* [Task to carry out] Give back exactly the line containing "x = np.linspace(0.0, L, 301)" together with all the lines after it, ending at the final line below.
──────── Data supplied
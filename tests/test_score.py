"""``waneguide score`` end to end on simulated captures with known wall loss.

The model is a small one trained here on a simulated campaign of the invented demo family;
the captures come from the forward model (training.forward.simulate_capture) with a known
thickness profile, so the truth is known: a pristine path and a path whose Gaussian pit
deepens from 0 to 25 % of the nominal thickness.
"""
from __future__ import annotations

import io
import os
import shutil
import signal
import subprocess
import sys
import time
from contextlib import redirect_stderr, redirect_stdout
from pathlib import Path

import numpy as np
import pandas as pd
import pytest
from scipy import stats

from waneguide.operations.history import History
from waneguide.training.pipeline import TrainConfig, train_model
from waneguide.operations.scoring import SCORE_OUTPUT_COLUMNS, load_model, score_captures
from waneguide.cli.main import main
from waneguide.core.caution import CAUTION

DEPTHS = (0.0, 0.05, 0.10, 0.15, 0.20, 0.25)


def run_cli(*argv):
    out, err = io.StringIO(), io.StringIO()
    with redirect_stdout(out), redirect_stderr(err):
        rc = main([str(a) for a in argv])
    return rc, out.getvalue(), err.getvalue()


def make_bundle(family, work: Path, *, n_cases: int = 400) -> Path:
    """Train a small bundle on a simulated campaign with the project's own pipeline (no MLflow)."""
    from waneguide.simulation.campaign import run_campaign
    from waneguide.training.pipeline import TrainConfig, train_model

    camp = work / "campaign"
    run_campaign(family, n_cases, camp, seed=1, n_jobs=1, progress=False)
    res = train_model(family, camp, work / "models", random_state=0, progress=False,
                      shift_study=False, config=TrainConfig(n_estimators=150, gp_points=200, n_jobs=1))
    return Path(res.bundle_path)


def make_captures(family, folder: Path, *, seed: int = 7, n_repeat: int = 1) -> dict:
    """Baselines and captures of two paths; P02 carries a deepening pit. Returns truth per file."""
    from waneguide.features.io import write_capture
    from waneguide.simulation.forward import simulate_capture

    rng = np.random.default_rng(seed)
    (folder / "baselines").mkdir(parents=True, exist_ok=True)
    L = family.path_length_m
    t0 = family.nominal_thickness_m
    x = np.linspace(0.0, L, 301)
    truth = {}
    for pid in ("P01", "P02"):
        b = simulate_capture(family, x_m=x, thickness_m=np.full_like(x, t0), temperature_c=20.0, rng=rng,
                             path_id=pid, captured_at="2024-01-01T00:00:00+00:00")
        write_capture(b, folder / "baselines" / f"{pid}_baseline.npz")
        k = 0
        for rep in range(n_repeat):
            for depth in DEPTHS:
                d = depth if pid == "P02" else 0.0
                th = t0 * (1.0 - d * np.exp(-0.5 * ((x - 0.4 * L) / 0.015) ** 2))
                day = 1 + k
                c = simulate_capture(family, x_m=x, thickness_m=th, temperature_c=15.0 + 3.0 * (k % 5), rng=rng,
                                     path_id=pid, captured_at=f"2024-{1 + day // 28:02d}-{1 + day % 28:02d}T08:00:00+00:00")
                f = folder / f"{pid}_{k:03d}.npz"
                write_capture(c, f)
                truth[f.name] = 100.0 * d
                k += 1
    return truth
────────────────
* [Exercise solution]
    x = np.linspace(0.0, L, 301)
    truth = {}
    for pid in ("P01", "P02"):
        b = simulate_capture(family, x_m=x, thickness_m=np.full_like(x, t0), temperature_c=20.0, rng=rng,
                             path_id=pid, captured_at="2024-01-01T00:00:00+00:00")
        write_capture(b, folder / "baselines" / f"{pid}_baseline.npz")
        k = 0
        for rep in range(n_repeat):
            for depth in DEPTHS:
                d = depth if pid == "P02" else 0.0
                th = t0 * (1.0 - d * np.exp(-0.5 * ((x - 0.4 * L) / 0.015) ** 2))
                day = 1 + k
                c = simulate_capture(family, x_m=x, thickness_m=th, temperature_c=15.0 + 3.0 * (k % 5), rng=rng,
                                     path_id=pid, captured_at=f"2024-{1 + day // 28:02d}-{1 + day % 28:02d}T08:00:00+00:00")
                f = folder / f"{pid}_{k:03d}.npz"
                write_capture(c, f)
                truth[f.name] = 100.0 * d
                k += 1
    return truth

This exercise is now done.